Structural highlights

4kk0 is a 10 chain structure with sequence from Schizosaccharomyces pombe 972h-. Full crystallographic information is available from OCA. For a guided tour on the structure components use FirstGlance.
Method:X-ray diffraction, Resolution 2.9Å
Ligands:MSE
Resources:FirstGlance, OCA, PDBe, RCSB, PDBsum, ProSAT

Function

TSC1_SCHPO Together with tsc2, required for uptake of various amino-acids from the environment and for proper conjugation. Involved in induction of gene expression of permeases and genes required for meiosis upon nitrogen starvation. May act as a GTPase-activating protein (GAP) for the small GTPase rhb1.[1] [2] [3]

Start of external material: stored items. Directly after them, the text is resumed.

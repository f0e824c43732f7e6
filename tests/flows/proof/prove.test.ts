import { describe, expect, it } from 'vitest';

import { defaultSettings } from '@/flows/document/settings';
import type { Tree } from '@/flows/document/tree';
import { prove } from '@/flows/proof/prove';

import { benchProfile, lampTree, makeDeadTree } from '../support/bench';

export const proofOf = (tree: Tree, profile = benchProfile) => prove({ tree, callees: [makeDeadTree], profile, settings: defaultSettings });
export const broken = (tree: Tree, profile = benchProfile) => proofOf(tree, profile).rules.filter((r) => !r.holds);

describe('prove', () => {
  it('passes a tree that holds, rule by rule', () => {
    expect(broken(lampTree).map((r) => `${r.id}: ${r.story}`)).toEqual([]);
    expect(proofOf(lampTree).rules.map((r) => r.id)).toHaveLength(21);
  });
});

Publication Abstract from PubMed

Tuberous sclerosis complex is a disease caused by mutations in two tumor-suppressor genes, TSC1 and TSC2. The TSC1 protein, also known as hamartin, has a critical role in controlling mTOR signalling. TSC1 does not bear apparent sequence homology with other proteins. Here we show that the N-terminal half of yeast TSC1 forms a protease-resistant domain, which is evolutionarily conserved. The crystal structure of this yeast TSC1 core domain shows that it contains a pseudo-HEAT repeat fold with its C-terminal end capped by a helical subdomain. This allows us to model the three-dimensional structure of the human TSC1 N-terminal domain (TSC1-NTD), which anchors essentially all pathogenic TSC1 missense mutations found in tuberous sclerosis patients. Interestingly, most pathogenic mutations map inside of the folded TSC1-NTD structure, whereas most non-pathogenic variants are on the structural surface. This indicates that the disruption of the TSC1-NTD globular structure is a major cause of tuberous sclerosis.

Crystal structure of the yeast TSC1 core domain and implications for tuberous sclerosis pathological mutations.,Sun W, Zhu YJ, Wang Z, Zhong Q, Gao F, Lou J, Gong W, Xu W Nat Commun. 2013 Jul 16;4:2135. doi: 10.1038/ncomms3135. PMID:23857276[4]

From MEDLINE®/PubMed®, a database of the U.S. National Library of Medicine.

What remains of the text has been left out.